** WHAT THE TASK REQUIRES **
Tally the lines below that contain the word "SketchDocumentSchema". Only the number should be returned.

_____

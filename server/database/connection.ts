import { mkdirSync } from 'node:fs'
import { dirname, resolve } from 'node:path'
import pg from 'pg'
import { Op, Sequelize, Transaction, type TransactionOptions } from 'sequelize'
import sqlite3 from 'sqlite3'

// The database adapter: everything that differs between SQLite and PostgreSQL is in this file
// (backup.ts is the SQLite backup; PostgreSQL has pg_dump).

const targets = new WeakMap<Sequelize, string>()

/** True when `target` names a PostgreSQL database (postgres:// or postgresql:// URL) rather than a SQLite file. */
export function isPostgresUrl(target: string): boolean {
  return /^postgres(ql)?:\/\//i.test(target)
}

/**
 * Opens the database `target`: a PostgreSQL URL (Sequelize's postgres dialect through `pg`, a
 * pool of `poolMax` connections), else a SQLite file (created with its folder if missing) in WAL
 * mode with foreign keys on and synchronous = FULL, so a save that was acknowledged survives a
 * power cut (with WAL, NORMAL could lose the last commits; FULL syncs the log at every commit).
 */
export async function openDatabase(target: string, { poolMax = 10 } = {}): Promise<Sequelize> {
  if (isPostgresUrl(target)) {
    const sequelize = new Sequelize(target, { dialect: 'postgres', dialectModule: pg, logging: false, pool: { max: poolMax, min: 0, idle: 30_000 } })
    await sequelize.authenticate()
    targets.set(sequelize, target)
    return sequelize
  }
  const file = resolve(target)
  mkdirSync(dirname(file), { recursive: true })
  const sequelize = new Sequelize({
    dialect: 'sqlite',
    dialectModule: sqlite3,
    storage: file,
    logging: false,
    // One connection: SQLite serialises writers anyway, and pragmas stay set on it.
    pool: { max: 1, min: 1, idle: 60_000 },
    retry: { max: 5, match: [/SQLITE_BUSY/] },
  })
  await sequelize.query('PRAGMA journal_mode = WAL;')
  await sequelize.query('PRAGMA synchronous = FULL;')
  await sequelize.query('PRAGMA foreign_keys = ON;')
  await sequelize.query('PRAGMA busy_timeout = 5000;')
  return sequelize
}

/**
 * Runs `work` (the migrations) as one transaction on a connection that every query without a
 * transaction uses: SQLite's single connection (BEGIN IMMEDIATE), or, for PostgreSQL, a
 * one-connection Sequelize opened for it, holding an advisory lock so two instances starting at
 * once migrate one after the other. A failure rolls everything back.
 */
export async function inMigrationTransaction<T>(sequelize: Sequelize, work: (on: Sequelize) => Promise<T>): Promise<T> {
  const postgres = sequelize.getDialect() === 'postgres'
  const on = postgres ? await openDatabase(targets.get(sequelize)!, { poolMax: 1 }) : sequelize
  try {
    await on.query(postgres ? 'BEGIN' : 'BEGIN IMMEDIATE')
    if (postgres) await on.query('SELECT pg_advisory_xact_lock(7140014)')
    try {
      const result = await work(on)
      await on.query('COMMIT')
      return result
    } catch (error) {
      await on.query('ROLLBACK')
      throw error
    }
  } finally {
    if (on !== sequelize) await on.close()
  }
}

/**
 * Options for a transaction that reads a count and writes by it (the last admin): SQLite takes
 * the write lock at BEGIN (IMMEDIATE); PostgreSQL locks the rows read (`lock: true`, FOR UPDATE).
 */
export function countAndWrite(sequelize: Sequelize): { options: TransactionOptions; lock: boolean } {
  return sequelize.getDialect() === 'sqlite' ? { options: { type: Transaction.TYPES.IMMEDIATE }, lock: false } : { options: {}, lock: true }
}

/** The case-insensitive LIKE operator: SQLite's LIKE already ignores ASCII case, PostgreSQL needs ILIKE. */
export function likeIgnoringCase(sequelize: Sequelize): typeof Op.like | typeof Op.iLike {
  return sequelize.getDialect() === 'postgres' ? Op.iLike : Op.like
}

_____

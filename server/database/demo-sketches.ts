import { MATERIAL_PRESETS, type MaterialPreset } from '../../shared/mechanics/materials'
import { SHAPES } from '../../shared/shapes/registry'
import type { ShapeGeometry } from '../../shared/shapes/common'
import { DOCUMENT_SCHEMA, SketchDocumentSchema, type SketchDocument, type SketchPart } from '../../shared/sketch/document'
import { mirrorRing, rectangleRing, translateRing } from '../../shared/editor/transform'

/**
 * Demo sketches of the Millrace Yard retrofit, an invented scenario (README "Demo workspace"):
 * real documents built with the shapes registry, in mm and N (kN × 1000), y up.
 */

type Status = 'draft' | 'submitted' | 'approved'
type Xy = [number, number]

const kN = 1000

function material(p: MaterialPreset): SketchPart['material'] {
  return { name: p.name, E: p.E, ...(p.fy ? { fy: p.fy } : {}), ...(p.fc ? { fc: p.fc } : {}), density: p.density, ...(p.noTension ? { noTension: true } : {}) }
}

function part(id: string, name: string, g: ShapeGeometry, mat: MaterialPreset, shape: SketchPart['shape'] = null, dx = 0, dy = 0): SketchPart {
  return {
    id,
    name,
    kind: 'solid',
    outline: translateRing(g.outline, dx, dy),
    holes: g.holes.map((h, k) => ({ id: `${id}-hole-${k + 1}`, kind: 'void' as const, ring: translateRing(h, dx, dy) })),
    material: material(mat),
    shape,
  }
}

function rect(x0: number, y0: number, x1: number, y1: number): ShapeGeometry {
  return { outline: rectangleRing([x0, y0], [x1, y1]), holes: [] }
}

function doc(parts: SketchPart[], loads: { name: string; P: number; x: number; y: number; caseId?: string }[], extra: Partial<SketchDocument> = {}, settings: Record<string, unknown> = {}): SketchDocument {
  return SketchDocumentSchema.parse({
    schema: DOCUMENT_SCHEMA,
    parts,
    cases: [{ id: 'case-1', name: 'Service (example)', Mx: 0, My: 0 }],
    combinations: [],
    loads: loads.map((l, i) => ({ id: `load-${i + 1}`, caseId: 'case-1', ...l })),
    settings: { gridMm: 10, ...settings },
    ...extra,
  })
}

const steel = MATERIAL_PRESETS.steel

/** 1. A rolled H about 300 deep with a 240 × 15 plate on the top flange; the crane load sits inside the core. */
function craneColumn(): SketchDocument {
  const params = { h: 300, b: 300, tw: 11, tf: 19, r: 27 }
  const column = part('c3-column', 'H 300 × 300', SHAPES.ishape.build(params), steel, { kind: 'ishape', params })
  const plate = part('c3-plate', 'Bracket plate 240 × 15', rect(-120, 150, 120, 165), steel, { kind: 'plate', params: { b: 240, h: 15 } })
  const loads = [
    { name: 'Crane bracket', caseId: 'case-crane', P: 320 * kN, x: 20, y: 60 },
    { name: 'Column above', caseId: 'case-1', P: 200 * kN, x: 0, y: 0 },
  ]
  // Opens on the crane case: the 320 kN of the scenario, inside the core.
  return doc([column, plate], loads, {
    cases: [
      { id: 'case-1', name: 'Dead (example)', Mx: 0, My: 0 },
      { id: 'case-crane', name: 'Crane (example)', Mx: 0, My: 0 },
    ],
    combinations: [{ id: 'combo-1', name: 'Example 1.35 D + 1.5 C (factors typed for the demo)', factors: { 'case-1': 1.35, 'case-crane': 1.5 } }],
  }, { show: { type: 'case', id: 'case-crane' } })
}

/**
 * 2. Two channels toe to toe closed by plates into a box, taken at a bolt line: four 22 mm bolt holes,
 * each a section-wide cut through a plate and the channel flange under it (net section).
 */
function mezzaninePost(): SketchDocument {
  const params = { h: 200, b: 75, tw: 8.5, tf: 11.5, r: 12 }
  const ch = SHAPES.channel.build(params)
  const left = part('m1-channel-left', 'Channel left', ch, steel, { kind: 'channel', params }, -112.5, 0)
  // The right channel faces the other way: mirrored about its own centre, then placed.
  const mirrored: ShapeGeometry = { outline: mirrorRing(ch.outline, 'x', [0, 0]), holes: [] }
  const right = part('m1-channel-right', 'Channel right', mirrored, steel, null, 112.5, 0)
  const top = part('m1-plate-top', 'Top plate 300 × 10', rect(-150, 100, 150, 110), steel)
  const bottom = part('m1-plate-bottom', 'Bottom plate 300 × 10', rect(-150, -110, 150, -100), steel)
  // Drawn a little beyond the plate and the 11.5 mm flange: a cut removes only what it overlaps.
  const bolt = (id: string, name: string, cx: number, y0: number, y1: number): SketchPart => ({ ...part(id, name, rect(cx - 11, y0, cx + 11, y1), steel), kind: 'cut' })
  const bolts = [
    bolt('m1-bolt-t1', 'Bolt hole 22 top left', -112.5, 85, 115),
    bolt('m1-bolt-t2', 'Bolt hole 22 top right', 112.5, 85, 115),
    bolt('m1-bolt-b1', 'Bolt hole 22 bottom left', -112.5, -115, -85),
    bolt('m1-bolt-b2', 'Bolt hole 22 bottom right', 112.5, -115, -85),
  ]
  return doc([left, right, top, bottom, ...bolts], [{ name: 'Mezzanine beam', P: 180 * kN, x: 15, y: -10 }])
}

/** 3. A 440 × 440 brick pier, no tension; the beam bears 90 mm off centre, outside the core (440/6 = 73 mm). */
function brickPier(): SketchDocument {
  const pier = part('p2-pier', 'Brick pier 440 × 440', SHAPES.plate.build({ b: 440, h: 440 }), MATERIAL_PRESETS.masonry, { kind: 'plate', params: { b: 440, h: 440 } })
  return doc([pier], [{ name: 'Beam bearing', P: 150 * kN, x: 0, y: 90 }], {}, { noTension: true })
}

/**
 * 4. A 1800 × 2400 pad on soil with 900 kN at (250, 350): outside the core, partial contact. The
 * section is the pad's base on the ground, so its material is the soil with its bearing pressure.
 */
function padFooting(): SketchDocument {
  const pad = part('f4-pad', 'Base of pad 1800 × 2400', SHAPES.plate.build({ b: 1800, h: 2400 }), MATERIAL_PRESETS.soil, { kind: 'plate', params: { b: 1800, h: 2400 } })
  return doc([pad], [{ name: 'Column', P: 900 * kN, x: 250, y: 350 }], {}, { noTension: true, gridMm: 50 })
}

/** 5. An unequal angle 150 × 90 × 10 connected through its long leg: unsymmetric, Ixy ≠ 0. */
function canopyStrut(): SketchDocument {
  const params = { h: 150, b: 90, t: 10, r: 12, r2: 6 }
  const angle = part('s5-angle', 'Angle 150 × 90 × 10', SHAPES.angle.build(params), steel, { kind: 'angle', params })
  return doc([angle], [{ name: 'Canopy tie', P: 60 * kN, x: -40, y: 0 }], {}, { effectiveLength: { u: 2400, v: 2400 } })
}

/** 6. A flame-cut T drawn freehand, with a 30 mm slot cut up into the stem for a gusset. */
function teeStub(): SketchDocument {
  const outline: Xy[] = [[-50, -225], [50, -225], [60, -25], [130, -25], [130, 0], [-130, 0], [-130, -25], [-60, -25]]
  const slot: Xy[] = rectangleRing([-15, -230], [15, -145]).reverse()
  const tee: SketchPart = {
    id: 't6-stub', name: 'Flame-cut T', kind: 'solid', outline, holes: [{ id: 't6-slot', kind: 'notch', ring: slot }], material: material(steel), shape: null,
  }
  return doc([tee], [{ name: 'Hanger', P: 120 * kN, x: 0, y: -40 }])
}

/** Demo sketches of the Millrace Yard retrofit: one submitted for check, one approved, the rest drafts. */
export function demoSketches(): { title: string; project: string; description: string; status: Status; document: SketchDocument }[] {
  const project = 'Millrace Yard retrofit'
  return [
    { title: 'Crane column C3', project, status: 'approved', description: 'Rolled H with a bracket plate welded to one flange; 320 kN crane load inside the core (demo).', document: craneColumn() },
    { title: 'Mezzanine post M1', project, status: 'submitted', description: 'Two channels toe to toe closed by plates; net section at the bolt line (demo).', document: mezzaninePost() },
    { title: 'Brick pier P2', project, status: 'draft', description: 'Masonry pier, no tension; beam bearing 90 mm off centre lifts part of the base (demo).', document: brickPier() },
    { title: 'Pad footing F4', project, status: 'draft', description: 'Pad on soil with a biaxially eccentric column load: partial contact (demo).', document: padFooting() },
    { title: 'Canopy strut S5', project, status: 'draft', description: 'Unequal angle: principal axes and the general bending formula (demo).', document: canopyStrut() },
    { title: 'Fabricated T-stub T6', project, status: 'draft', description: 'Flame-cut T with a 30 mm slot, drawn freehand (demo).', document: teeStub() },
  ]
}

_____

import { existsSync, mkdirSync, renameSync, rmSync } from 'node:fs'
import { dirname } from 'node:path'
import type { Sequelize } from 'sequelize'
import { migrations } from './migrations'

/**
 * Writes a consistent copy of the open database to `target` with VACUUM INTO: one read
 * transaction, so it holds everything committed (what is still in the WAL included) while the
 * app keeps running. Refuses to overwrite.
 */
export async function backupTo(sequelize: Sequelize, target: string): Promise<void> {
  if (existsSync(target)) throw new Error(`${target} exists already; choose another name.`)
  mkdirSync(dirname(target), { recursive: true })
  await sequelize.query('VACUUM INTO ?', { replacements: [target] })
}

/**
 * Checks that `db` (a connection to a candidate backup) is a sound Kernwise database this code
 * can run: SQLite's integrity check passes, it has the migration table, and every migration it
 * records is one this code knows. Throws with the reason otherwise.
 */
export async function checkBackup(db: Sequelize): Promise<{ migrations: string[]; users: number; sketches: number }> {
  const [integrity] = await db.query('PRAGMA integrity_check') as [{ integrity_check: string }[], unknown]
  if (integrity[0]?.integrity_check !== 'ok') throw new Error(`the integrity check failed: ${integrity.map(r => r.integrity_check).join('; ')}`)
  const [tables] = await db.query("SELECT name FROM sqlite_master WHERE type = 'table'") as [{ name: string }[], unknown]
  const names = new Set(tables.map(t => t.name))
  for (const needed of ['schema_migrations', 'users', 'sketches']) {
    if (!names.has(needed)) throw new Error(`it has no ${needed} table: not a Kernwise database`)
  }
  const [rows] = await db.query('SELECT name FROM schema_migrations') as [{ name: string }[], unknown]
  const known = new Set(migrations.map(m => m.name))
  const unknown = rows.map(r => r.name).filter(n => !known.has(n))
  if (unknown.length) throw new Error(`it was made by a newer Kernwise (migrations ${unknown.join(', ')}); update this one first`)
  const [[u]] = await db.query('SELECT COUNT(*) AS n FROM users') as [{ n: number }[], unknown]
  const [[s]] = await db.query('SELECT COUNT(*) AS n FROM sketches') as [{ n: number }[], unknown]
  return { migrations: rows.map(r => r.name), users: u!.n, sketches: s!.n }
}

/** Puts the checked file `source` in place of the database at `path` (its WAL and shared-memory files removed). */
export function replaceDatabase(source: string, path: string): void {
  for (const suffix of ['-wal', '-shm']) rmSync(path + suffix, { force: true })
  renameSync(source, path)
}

_____

** RESULT FOR THIS EXERCISE **
2